Using outlier detection and entity recognition to improve a crowdsourcing biocuration system
-
Go to the root of this repository
-
Create a file,
option.json
, for server options; the field for google could be referred to edit-google-spreadsheet on npm
{
"server": {
"host": "",
"port": ""
},
"google": {
"oauth2": {
"client_id": "",
"client_secret": "",
"refresh_token": ""
},
"v1": {
"spreadsheetId": "",
"worksheetId": {
"enroll": "",
"stats": ""
}
}
}
}
- Create essential folders
$ mkdir -p theme/v1/res/verify/NER theme/v2/res theme/v2/src/mark-result
- Install modules
$ npm i
# or
$ yarn
- Go to the working directory
$ cd [root of this repository]/theme/v1/
- Upload the biocuration results (players' logs in Markteria)
$ mkdir -p src/mark-result/expert src/mark-result/subject src/words tools
# replace the file name of each annotator's log with his own experiment ID (such as '_dirty')
# upload the log file to 'src/mark-result/expert/' directory if an annotator is expert; otherwise, to 'src/mark-result/subject/' directory
# upload the stop word list to 'src/words/stopWords.json'
# upload all the biocuration results of automatic bioNER tools to 'tools/[bioNER tool name]/predict.mia.json'
- Create a soft link pointing to the article box in Markteria
$ ln -s [root of Markteria repository]/world/[world name, such as 'NER' or 'PPI']/res/box/ src/
- Upload the preprocessed resources
$ mkdir -p res/words res/world/box
# upload the gold-standard answer for the articles to 'res/'
# each word in the articles was categorized, and the results were put into 'res/words/'
# each article was preprocessed, and the results as well as the information of annototors were put into 'res/world/'
- Build the benchmark (sentences annotated by at least 3 amateur annotators)
$ cd bin/
# parse all the amateur annotators' biocuration results (without domain expert), the output is generated in '../res/mark-result.json'
$ ./ans -a parse-mark-result -b _dirty -b _tseng
# build benchmark, the output is generated in '../res/benchmark-stcs.json'
$ ./ans -a build-benchmark
# the corresponding options for 'ans'
# -----------------------------------
# Usage: lsc ans.ls
# -a, --action=ARG specify operation
# -b, --blacklist=ARG+ push subject id in blacklist
# -f, --minFreq=ARG set minimum threshold of word frequency in each article to be extracted
# -F, --fixedSupp set for integrating results exactly satisfy the required support (default: more than minimum support)

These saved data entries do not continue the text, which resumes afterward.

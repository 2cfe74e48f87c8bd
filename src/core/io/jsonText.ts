/**
 * A file's text read as JSON, the one way every reader of our files does it: a leading
 * byte-order mark dropped (editors on some systems write one), and a parse error as a
 * message that shows nothing unprintable and says where the parser stopped.
 */
import { escapeUnprintable } from '../linkage/model';

export type JsonTextResult = { readonly ok: true; readonly json: unknown } | { readonly ok: false; readonly message: string };

/** " (line L, column C)" of the position a JSON parser's message names, or ''. */
function lineAndColumn(text: string, message: string): string {
  const match = /position (\d+)/.exec(message);
  if (!match) return '';
  const lines = text.slice(0, Number(match[1])).split('\n');
  return ` (line ${lines.length}, column ${lines[lines.length - 1].length + 1})`;
}

export function parseJsonText(text: string): JsonTextResult {
  const body = text.charCodeAt(0) === 0xfeff ? text.slice(1) : text;
  try {
    return { ok: true, json: JSON.parse(body) as unknown };
  } catch (error) {
    const message = error instanceof Error ? error.message : String(error);
    // The parser's message quotes the file's text: escape it, as a message shows any id.
    return { ok: false, message: `not valid JSON: ${escapeUnprintable(message)}${lineAndColumn(body, message)}` };
  }
}
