/** Every field named `__proto__`, anywhere in the file, shallowest first (walked without recursion, so any depth is safe). */
function reservedKeyIssues(json: unknown): ProblemIssue[] {
  const issues: ProblemIssue[] = [];
  // Each node keeps its parent's index and its own key; a path is built only for an issue.
  const queue: { value: unknown; parent: number; key: PropertyKey }[] = [{ value: json, parent: -1, key: '' }];
  const pathOf = (index: number, last: PropertyKey): string => {
    const path: PropertyKey[] = [last];
    for (let k = index; k > 0; k = queue[k].parent) path.unshift(queue[k].key);
    return formatPath(path);
  };
  for (let head = 0; head < queue.length; head++) {
    const value = queue[head].value;
    if (Array.isArray(value)) {
      value.forEach((item, i) => {
        if (typeof item === 'object' && item !== null) queue.push({ value: item, parent: head, key: i });
      });
    } else if (typeof value === 'object' && value !== null) {
      for (const key of Object.keys(value)) {
        if (key === RESERVED_KEY) {
          issues.push({ path: pathOf(head, key), message: `"${RESERVED_KEY}" is not a name Loci reads (JavaScript reserves it); remove the field or rename it` });
          continue;
        }
        const item = (value as Record<string, unknown>)[key];
        if (typeof item === 'object' && item !== null) queue.push({ value: item, parent: head, key });
      }
    }
  }
  return issues;
}

/** Prescribed driver values within MAX_DRIVER_VALUE_RAD, checked in the file's own unit before any conversion. */
function driverValueIssues(values: readonly number[], unit: 'rad' | 'deg'): ProblemIssue[] {
  const limit = unit === 'deg' ? Math.floor((MAX_DRIVER_VALUE_RAD * 180) / Math.PI) : MAX_DRIVER_VALUE_RAD;
  const issues: ProblemIssue[] = [];
  values.forEach((v, i) => {
    if (!(Math.abs(v) <= limit)) issues.push({ path: `timing.driverValues[${i}]`, message: `is ${v} ${unit}; expected a driver value from −${limit} to ${limit} ${unit}` });
  });
  return issues;
}

/**
 * Free timing makes each point's driver value a variable: the family's own variables
 * and the points together must stay within the optimizers' MAX_DIM.
 */
function dimensionIssues(problem: Problem): ProblemIssue[] {
  if (problem.timing.mode !== 'free') return [];
  const n = problem.target.points.length / 2;
  const issues: ProblemIssue[] = [];
  for (const family of problem.families) {
    const dim = objectiveVariableNames(problem, family).length;
    if (dim > MAX_DIM) {
      const most = MAX_DIM - (dim - n);
      issues.push({
        path: 'target.points',
        message: `has ${n} points; with free timing each point's driver value is a variable, so ${family} would have ${dim} variables, and a search takes at most ${MAX_DIM}: at most ${most} points for ${family} (or use prescribed or unprescribed timing)`,
      });
    }
  }
  return issues;
}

# -h, --help show this help
# -s, --toSpreadsheet send verification results to google spreadsheet (default: `false`)
# -t, --maxTops=ARG set maximum amounts of top frequent words in each article to be extracted
# -T, --theme=ARG specify theme (default: `NER`)

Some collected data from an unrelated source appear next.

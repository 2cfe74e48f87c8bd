import { describe, expect, it } from 'vitest';
import { PROBLEM_FILE_FORMAT, PROBLEM_FILE_VERSION, parseProblemFile } from '../../../src/core/io/problem';

function file(overrides: Record<string, unknown> = {}): Record<string, unknown> {
  return {
    format: PROBLEM_FILE_FORMAT,
    version: PROBLEM_FILE_VERSION,
    name: 'demo',
    target: { points: [[0, 0], [10, 2], [20, 0], [30, -3]], closed: false },
    timing: { mode: 'free', wrap: false },
    placement: 'fixed',
    families: ['fourbar-lengths'],
    ...overrides,
  };
}

function issuesOf(json: unknown): { path: string; message: string }[] {
  const result = parseProblemFile(json);
  if (result.ok) throw new Error('expected the file to be rejected');
  return result.issues;
}

describe('parseProblemFile', () => {
  it('reads a minimal file with defaults filled in', () => {
    const result = parseProblemFile(file());
    expect(result.ok).toBe(true);
    if (!result.ok) return;
    expect(result.problem.measure).toBe('sum-of-squares');
    expect(Array.from(result.problem.target.points)).toEqual([0, 0, 10, 2, 20, 0, 30, -3]);
    expect(result.problem.timing).toEqual({ mode: 'free', wrap: false, refine: false });
  });

  it('converts prescribed driver values given in degrees', () => {
    const result = parseProblemFile(file({ timing: { mode: 'prescribed', driverValues: [30, 45, 60, 90], unit: 'deg' } }));
    expect(result.ok).toBe(true);
    if (!result.ok || result.problem.timing.mode !== 'prescribed') return;
    expect(result.problem.timing.driverValues[3]).toBeCloseTo(Math.PI / 2, 15);
  });

  it('says a path needs at least 3 points', () => {
    const issues = issuesOf(file({ target: { points: [[0, 0], [1, 1]], closed: false } }));
    expect(issues).toContainEqual({ path: 'target.points', message: 'target has 2 points; a path needs at least 3' });
  });

  it('names repeated consecutive points, also across the closing of a closed path', () => {
    const issues = issuesOf(file({ target: { points: [[0, 0], [5, 5], [5, 5], [9, 1], [0, 0]], closed: true } }));
    expect(issues.map((i) => i.path)).toEqual(['target.points[2]', 'target.points[0]']);
    expect(issues[0].message).toMatch(/points 2 and 3 are the same point/);
    expect(issues[1].message).toMatch(/last point repeats the first/);
  });

  it('rejects non-finite values and says where', () => {
    const issues = issuesOf(file({ target: { points: [[0, 0], [Infinity, 1], [2, NaN]], closed: false } }));
    expect(issues.map((i) => i.path)).toEqual(['target.points[1][0]', 'target.points[2][1]']);
    for (const issue of issues) expect(issue.message).toMatch(/expected a coordinate in mm/);
  });

  it('checks the weights against the points', () => {
    const issues = issuesOf(file({ target: { points: [[0, 0], [1, 1], [2, 0]], closed: false, weights: [1, 2] } }));
    expect(issues).toContainEqual({ path: 'target.weights', message: 'has 2 weights for 3 points; expected one weight per point' });
    const negative = issuesOf(file({ target: { points: [[0, 0], [1, 1], [2, 0]], closed: false, weights: [1, -2, 1] } }));
    expect(negative[0].path).toBe('target.weights[1]');
  });

  it('checks prescribed driver values per point', () => {
    const issues = issuesOf(file({ timing: { mode: 'prescribed', driverValues: [0, 1] } }));
    expect(issues).toContainEqual({ path: 'timing.driverValues', message: 'has 2 values; expected one per target point (4)' });
  });

  it('names an unknown bound variable and lists the known ones', () => {
    const issues = issuesOf(file({ bounds: { 'fourbar-lengths': { r7: [0, 1] } } }));
    expect(issues[0].path).toBe('bounds.fourbar-lengths.r7');
    expect(issues[0].message).toMatch(/"r7" is not a variable of fourbar-lengths here; expected one of "r1", "r2"/);
    expect(issues[0].message).toMatch(/"theta2" for every per-point driver value/);
    expect(parseProblemFile(file({ bounds: { 'fourbar-lengths': { theta2: [0, 6], r1: [1, 2] } } })).ok).toBe(true);
  });

  it('rejects a box whose lower bound is not below its upper bound, in words, never swapping it', () => {
    const issues = issuesOf(file({ bounds: { 'fourbar-lengths': { r1: [3, 2] } } }));
    expect(issues).toEqual([
      { path: 'bounds.fourbar-lengths.r1', message: 'is [3, 2]: the lower bound 3 is above the upper bound 2; expected [lower, upper] with lower < upper (did you mean [2, 3]?)' },
    ]);
    const equal = issuesOf(file({ bounds: { 'fourbar-lengths': { r1: [4, 4] } } }));
    expect(equal).toEqual([{ path: 'bounds.fourbar-lengths.r1', message: expect.stringMatching(/^is \[4, 4\]: the lower and upper bounds are equal; expected \[lower, upper\] with lower < upper/) }]);
  });

  it('names unknown fields, wrong kinds and unknown families', () => {
    expect(issuesOf(file({ placment: 'free' }))[0].message).toMatch(/unknown field "placment" in a problem file; the known fields are/);
    expect(issuesOf(file({ timing: { mode: 'sometimes' } }))[0]).toEqual({
      path: 'timing.mode',
      message: 'expected a timing mode, "prescribed", "free" or "unprescribed", got "sometimes"',
    });
    expect(issuesOf(file({ families: ['hexapod'] }))[0].path).toBe('families[0]');
    expect(issuesOf(file({ placement: 3 }))[0]).toEqual({ path: 'placement', message: 'expected "fixed" or "free", got 3' });
  });

  it('takes a search map per family, and says which map, family or placement does not fit', () => {
    const mapped = parseProblemFile(file({ searchMaps: { 'fourbar-lengths': 'fourbar-boundary' } }));
    expect(mapped.ok && mapped.problem.searchMaps).toEqual({ 'fourbar-lengths': 'fourbar-boundary' });
    const plain = parseProblemFile(file());
    expect(plain.ok && plain.problem.searchMaps).toEqual({});
    expect(issuesOf(file({ searchMaps: { 'fourbar-lengths': 'spiral' } }))[0]).toMatchObject({ path: 'searchMaps.fourbar-lengths' });
    expect(issuesOf(file({ searchMaps: { fourbar: 'fourbar-boundary' } }))).toEqual([
      { path: 'searchMaps.fourbar', message: '"fourbar" is not one of the problem\'s families (fourbar-lengths)' },
    ]);
    expect(issuesOf(file({ placement: 'free', searchMaps: { 'fourbar-lengths': 'fourbar-boundary' } }))).toEqual([
      { path: 'searchMaps.fourbar-lengths', message: 'search map "fourbar-boundary" is for fourbar-lengths with a fixed placement; got fourbar-lengths with a free placement' },
    ]);
  });

  it('checks the envelope first', () => {
    expect(issuesOf([1, 2])[0].message).toMatch(/expected a problem file/);
    expect(issuesOf(file({ format: 'loci-linkage' }))[0]).toEqual({ path: 'format', message: 'expected "loci-problem", got "loci-linkage"' });
    expect(issuesOf(file({ version: 2 }))[0].message).toMatch(/newer than this Loci reads/);
  });

  it('checks constraint values', () => {
    const issues = issuesOf(file({ constraints: { minTransmissionRad: -1, linkLengthMm: [5, 1], keepOut: [{ x: 0, y: 0, r: 0 }] } }));
    expect(issues.map((i) => i.path)).toEqual(['constraints.minTransmissionRad', 'constraints.linkLengthMm', 'constraints.keepOut[0]']);
  });
});

// Hostile input (the issue "Hostile input and faults"): each limit is refused at the
// file, naming the field and the limit, so that `check` refuses what `fit` would fail on.
describe('parseProblemFile: limits on every input', () => {
  const line = (n: number) => Array.from({ length: n }, (_, i) => [i, 10 * Math.sin(i / 50)]);

  it('refuses a target too small to be represented, naming the rule (was a crash of fit after the search)', () => {
    // 4e-9 mm: below 1e-6 mm, the kinematics' coincident-joint tolerance, let alone the 1e-3 mm floor.
    const issues = issuesOf(file({ target: { points: [[0, 0], [2e-9, 0], [4e-9, 0]], closed: false } }));
    expect(issues).toEqual([{ path: 'target.points', message: expect.stringMatching(/span 4e-9 mm .*must span at least 0\.001 mm/) }]);
    expect(parseProblemFile(file({ target: { points: [[0, 0], [5e-4, 1e-4], [1e-3, 0]], closed: false } })).ok).toBe(true);
  });

  it('refuses points near 1e15 mm (was a crash: joints "0 mm apart")', () => {
    // IEEE 754 binary64: the spacing of doubles near 1e15 is 0.125, so a 2 mm target has 16 representable steps.
    const issues = issuesOf(file({ target: { points: [[1e15, 1e15], [1e15 + 1, 1e15], [1e15 + 2, 1e15 + 1]], closed: false } }));
    expect(issues.map((i) => i.path)).toEqual(['target.points[0]', 'target.points[1]', 'target.points[2]']);
    expect(issues[0].message).toMatch(/each coordinate must be within ±20000 mm/);
  });

  it('refuses a target whose span is under 1e-3 of its distance from the origin', () => {
    const at = (span: number) => [[2e4 - span, 2e4 - span], [2e4 - span / 2, 2e4 - span * 0.7], [2e4, 2e4 - span]];
    const issues = issuesOf(file({ target: { points: at(10), closed: false } }));
    expect(issues).toEqual([{ path: 'target.points', message: expect.stringMatching(/span 10 mm .*at least 20 mm/) }]);
    expect(parseProblemFile(file({ target: { points: at(20), closed: false } })).ok).toBe(true);
  });

  it('points at ±1e308 get a message, not an empty result', () => {
    const issues = issuesOf(file({ target: { points: [[-1e308, 0], [1e308, 0], [0, 1e308]], closed: false } }));
    expect(issues).toHaveLength(3);
    for (const issue of issues) expect(issue.message).toMatch(/each coordinate must be within ±20000 mm/);
  });

  it('free timing keeps the optimizers\' dimension: 992 points with fourbar-lengths are refused, 991 read', () => {
    // 9 variables of fourbar-lengths with a fixed placement + one driver value per point ≤ MAX_DIM = 1000 (src/core/optimize/config.ts).
    const issues = issuesOf(file({ target: { points: line(992), closed: false } }));
    expect(issues).toEqual([{ path: 'target.points', message: expect.stringMatching(/has 992 points; .*fourbar-lengths would have 1001 variables, .*at most 1000: at most 991 points/) }]);
    expect(parseProblemFile(file({ target: { points: line(991), closed: false } })).ok).toBe(true);
    const prescribed = file({ target: { points: line(992), closed: false }, timing: { mode: 'unprescribed' } });
    expect(parseProblemFile(prescribed).ok).toBe(true);
  });

  it('a target has at most 5,000 points, as a CSV import', () => {
    const issues = issuesOf(file({ target: { points: line(5001), closed: false }, timing: { mode: 'unprescribed' } }));
    expect(issues).toEqual([{ path: 'target.points', message: 'has 5001 points; a target may have at most 5000 (resample it first)' }]);
  });

  it('refuses a "__proto__" key instead of dropping it', () => {
    const json: unknown = JSON.parse(JSON.stringify(file()).replace('"placement"', '"bounds":{"__proto__":{"r1":[1,2]},"fourbar-lengths":{"__proto__":[5,1]}},"placement"'));
    expect(issuesOf(json)).toEqual([
      { path: 'bounds.__proto__', message: expect.stringMatching(/"__proto__" is not a name Loci reads/) },
      { path: 'bounds.fourbar-lengths.__proto__', message: expect.stringMatching(/"__proto__" is not a name Loci reads/) },
    ]);
  });

  it('names a family listed twice by its field (fit would name only a job)', () => {
    expect(issuesOf(file({ families: ['fourbar', 'fourbar'] }))).toEqual([{ path: 'families[1]', message: '"fourbar" is listed twice (also families[0]); expected each family once' }]);
  });

  it('refuses bounds beyond 1e6 and weights beyond 1e6, naming each field', () => {
    expect(issuesOf(file({ bounds: { 'fourbar-lengths': { r1: [-1e308, 1e308] } } }))).toEqual([
      { path: 'bounds.fourbar-lengths.r1', message: expect.stringMatching(/is \[-1e\+308, 1e\+308\]; each bound may be at most 1000000 in size/) },
    ]);
    expect(parseProblemFile(file({ bounds: { 'fourbar-lengths': { x0: [-1e6, 1e6] } } })).ok).toBe(true);
    const weights = issuesOf(file({ target: { points: [[0, 0], [10, 2], [20, 0], [30, -3]], closed: false, weights: [1e308, 1e308, 1, 1] } }));
    expect(weights.map((i) => i.path)).toEqual(['target.weights[0]', 'target.weights[1]']);
    expect(weights[0].message).toMatch(/expected a weight from 0 to 1000000/);
    expect(issuesOf(file({ target: { points: [[0, 0], [10, 2], [20, 0]], closed: false, weights: [0, 0, 0] } }))[0]).toMatchObject({ path: 'target.weights' });
  });

  it('checks prescribed driver values in the unit the file gives, before converting', () => {
    // 1.7e308 × π overflows to Infinity: the message must quote the value as written.
    const deg = issuesOf(file({ timing: { mode: 'prescribed', driverValues: [0, 1.7e308, 2, 3], unit: 'deg' } }));
    expect(deg).toEqual([{ path: 'timing.driverValues[1]', message: 'is 1.7e+308 deg; expected a driver value from −5729 to 5729 deg' }]);
    const rad = issuesOf(file({ timing: { mode: 'prescribed', driverValues: [0, 1, 200, 3] } }));
    expect(rad).toEqual([{ path: 'timing.driverValues[2]', message: 'is 200 rad; expected a driver value from −100 to 100 rad' }]);
  });

  it('checks constraint magnitudes', () => {
    const issues = issuesOf(file({ constraints: { linkLengthMm: [1, 1e308], keepOut: [{ x: 1e308, y: 0, r: 1 }] } }));
    expect(issues.map((i) => i.path)).toEqual(['constraints.linkLengthMm', 'constraints.keepOut[0]']);
  });

  it('lists at most a dozen issues and counts the rest, as the CSV reader does', () => {
    const points = [[0, 0], ...Array.from({ length: 30 }, (_, i) => [i + 1, 'bad'])];
    const issues = issuesOf(file({ target: { points, closed: false } }));
    expect(issues).toHaveLength(13);
    expect(issues[12]).toEqual({ path: '', message: 'and 18 more issues' });
  });
});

- Verify the biocuration results
- amateur and expert
# parse all the amateur and expert annotators' biocuration results
$ ./ans -a parse-mark-result
# verify the individual biocuration results on benchmark, the average performance would be shown on the command line
$ ./ans -a verify-benchmark
# verify the aggregated biocuration results on benchmark, the output is generated in '../res/verify/NER/verification.json'
$ ./ans -a verify
- amateur only
# parse all the amateur annotators' biocuration results
$ ./ans -a parse-mark-result -b _dirty -b _tseng
# verify the individual biocuration results on benchmark, the average performance would be shown on the command line
$ ./ans -a verify-benchmark
# verify the aggregated biocuration results on benchmark, the output is generated in '../res/verify/NER/verification.json'
$ ./ans -a verify -b _dirty -b _tseng
- automatic bioNER tools
# verify the biocuration results of 'GENIA_tagger' on benchmark
$ ./hybrid-tools -t GENIA_tagger -b
# verify the biocuration results of 'GNormPlus' on benchmark
$ ./hybrid-tools -t GNormPlus -b
# verify the biocuration results of 'NLProt' on benchmark
$ ./hybrid-tools -t NLProt -b
# verify the biocuration results of 'Neji' on benchmark
$ ./hybrid-tools -t Neji -b
# verify the biocuration results of 'Swiss_Prot' on benchmark
$ ./hybrid-tools -t Swiss_Prot -b
# the corresponding options for 'hybrid-tools'
# --------------------------------------------
# Usage: lsc hybrid-tools.ls
# -b, --benchmark verify words in benchmark sentences
# -c, --minConf=ARG specify the minimum confidence (default: 1)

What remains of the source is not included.